## Exercise objective
Scan the entries for lines with the word "const", then copy those lines.

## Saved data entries
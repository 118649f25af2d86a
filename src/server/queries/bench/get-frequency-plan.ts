import { and, desc, eq, isNull } from 'drizzle-orm';
import type { FrequencyPlan } from '~/domain/bench/frequency-plan';
import { frequencyPlanSchema } from '~/schemas/frequency-plans';
import type { Reader } from '~/server/db/client';
import { frequencyPlanRevisions, models } from '~/server/db/schema';

interface FrequencyPlanRevision {
  revision: number;
  plan: FrequencyPlan;
  createdAt: Date;
  retiredAt: Date | null;
}

/** A model with the revisions of its frequency plan, newest first; null where there is no such model. */
export async function getFrequencyPlan(
  reader: Reader,
  slug: string,
): Promise<{ model: { slug: string; name: string }; revisions: FrequencyPlanRevision[] } | null> {
  const [model] = await reader
    .select({ id: models.id, slug: models.slug, name: models.name })
    .from(models)
    .where(eq(models.slug, slug));
  if (model === undefined) return null;
  const rows = await reader
    .select()
    .from(frequencyPlanRevisions)
    .where(eq(frequencyPlanRevisions.modelId, model.id))
    .orderBy(desc(frequencyPlanRevisions.revision));
  return {
    model: { slug: model.slug, name: model.name },
    revisions: rows.map(({ revision, plan, createdAt, retiredAt }) => ({
      ...{ revision, createdAt, retiredAt },
      plan: frequencyPlanSchema.parse(plan),
    })),
  };
}

/** The frequency plan of a model that is in use; null where it has none. */
export async function findFrequencyPlan(reader: Reader, modelId: number): Promise<FrequencyPlan | null> {
  const [row] = await reader
    .select({ plan: frequencyPlanRevisions.plan })
    .from(frequencyPlanRevisions)
    .where(and(eq(frequencyPlanRevisions.modelId, modelId), isNull(frequencyPlanRevisions.retiredAt)))
    .orderBy(desc(frequencyPlanRevisions.revision))
    .limit(1);
  return row === undefined ? null : frequencyPlanSchema.parse(row.plan);
}
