import fc from 'fast-check';
import { describe, expect, it } from 'vitest';
import type { PostalAddress } from './address';
import { addressGaps } from './address';
import { checkPlaces, freePlaces, holdEnd, isCallSignShape } from './checkout';
import type { OrderState } from './status';
import { balanceDueMinor, orderCan, orderStates } from './status';

describe('an order', () => {
  const allowed: Record<keyof typeof orderCan, OrderState[]> = {
    pay: ['awaiting_payment'],
    payBalance: ['paid'],
    cancel: ['awaiting_payment', 'paid'],
    fulfil: ['paid'],
    ship: ['paid'],
  };

  it.each(Object.entries(orderCan))('can %s only in the right states', (deed, can) => {
    for (const state of orderStates) {
      const expected = Object.entries(allowed).some(
        ([key, states]) => key === deed && states.includes(state),
      );
      expect([state, can(state).ok]).toEqual([state, expected]);
    }
  });

  it.each([
    [orderCan.pay('cancelled'), 'The order is cancelled and cannot be paid for again.'],
    [orderCan.cancel('fulfilled'), 'The order is shipped and cannot be cancelled.'],
    [orderCan.ship('awaiting_payment'), 'The order waits for payment; nothing is sent for it.'],
    [orderCan.fulfil('awaiting_payment'), 'The order waits for payment and cannot be closed as shipped.'],
  ])('says why not', (answer, reason) => {
    expect(answer).toEqual({ ok: false, reason });
  });

  it('has a balance until all is paid', () => {
    expect(balanceDueMinor({ totalMinor: 43_700, paidMinor: 10_000, refundedMinor: 0 })).toBe(33_700);
    expect(balanceDueMinor({ totalMinor: 43_700, paidMinor: 43_700, refundedMinor: 700 })).toBe(700);
    expect(balanceDueMinor({ totalMinor: 43_700, paidMinor: 50_000, refundedMinor: 0 })).toBe(0);
  });
});

describe('places', () => {
  it.each([
    [{ places: 20, taken: 12, held: 1 }, 7, { ok: true, free: 0 }],
    [{ places: 20, taken: 12, held: 1 }, 1, { ok: true, free: 6 }],
    [{ places: 20, taken: 20, held: 0 }, 1, { ok: false, reason: 'No place is left in this batch.' }],
    [{ places: 20, taken: 18, held: 0 }, 3, { ok: false, reason: 'Only 2 places are left in this batch.' }],
    [{ places: 20, taken: 19, held: 0 }, 2, { ok: false, reason: 'Only 1 place is left in this batch.' }],
    [{ places: 20, taken: 1, held: 0 }, 0, { ok: false, reason: 'Choose how many rigs: one or more.' }],
    [{ places: 20, taken: 1, held: 0 }, 1.5, { ok: false, reason: 'Choose how many rigs: one or more.' }],
    [
      { places: 20, taken: 19, held: 1 },
      1,
      {
        ok: false,
        reason:
          'No place is left in this batch. One place is held by somebody who is paying now and may come free within 30 minutes.',
      },
    ],
  ])('%j, %s wanted', (batch, quantity, expected) => {
    expect(checkPlaces(batch, quantity)).toEqual(expected);
  });

  it('taken and held never exceed the batch, whatever is asked for in whatever order', () => {
    fc.assert(
      fc.property(
        fc.nat(30),
        fc.array(fc.record({ quantity: fc.integer({ min: -1, max: 9 }), pays: fc.boolean() })),
        (places, wishes) => {
          const batch = { places, taken: 0, held: 0 };
          for (const { quantity, pays } of wishes) {
            const before = freePlaces(batch);
            const answer = checkPlaces(batch, quantity);
            expect(answer.ok).toBe(quantity >= 1 && quantity <= before);
            if (!answer.ok) continue;
            batch[pays ? 'taken' : 'held'] += quantity;
            expect(freePlaces(batch)).toBe(answer.free);
            expect(batch.taken + batch.held).toBeLessThanOrEqual(places);
          }
        },
      ),
    );
  });

  it('are held for half an hour', () => {
    expect(holdEnd(new Date('2027-03-09T23:45:00.500Z'))).toEqual(new Date('2027-03-10T00:15:00.500Z'));
  });
});

describe('call signs', () => {
  it.each([
    'Q0ABC',
    'q1x',
    'QA2XYZ',
    'QB1Q',
    'QC50JUB',
    '2Q0AAA',
    'QD/Q0ABC',
    'Q0ABC/P',
    'QD/Q0ABC/MM',
    ' Q0ABC ',
  ])('%s has the shape of one', (text) => expect(isCallSignShape(text)).toBe(true));
  it.each(['', 'ABC', '123', 'Q0', 'Q0ABC!', 'Ann Holm', '12345', 'Q0ABC/P/M/A', '/'])('%j has not', (text) =>
    expect(isCallSignShape(text)).toBe(false),
  );
});

describe('an address', () => {
  const full: PostalAddress = {
    name: 'Ann Tester',
    addressLines: ['1 Thistle Lane', ''],
    city: 'Nowhere',
    region: '',
    postcode: 'Q1 2QQ',
    country: 'GB',
  };
  it.each([
    [{}, []],
    [{ addressLines: ['', ' '] }, ['the street']],
    [{ addressLines: [] }, ['the street']],
    [{ name: '', city: ' ', postcode: '' }, ['the name', 'the town', 'the postcode']],
    [{ country: 'Britain' }, ['the country']],
    [{ country: 'US' }, ['the state or province']],
    [{ country: 'US', region: 'QQ' }, []],
    [{ country: 'HK', postcode: '' }, []],
  ])('with %j lacks %j', (change, gaps) => {
    expect(addressGaps({ ...full, ...change })).toEqual(gaps);
  });
});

## Written answer
  const [model] = await reader
  const rows = await reader
  const [row] = await reader
  const allowed: Record<keyof typeof orderCan, OrderState[]> = {
    for (const state of orderStates) {
      const expected = Object.entries(allowed).some(
          const batch = { places, taken: 0, held: 0 };
          for (const { quantity, pays } of wishes) {
            const before = freePlaces(batch);
            const answer = checkPlaces(batch, quantity);
  const full: PostalAddress = {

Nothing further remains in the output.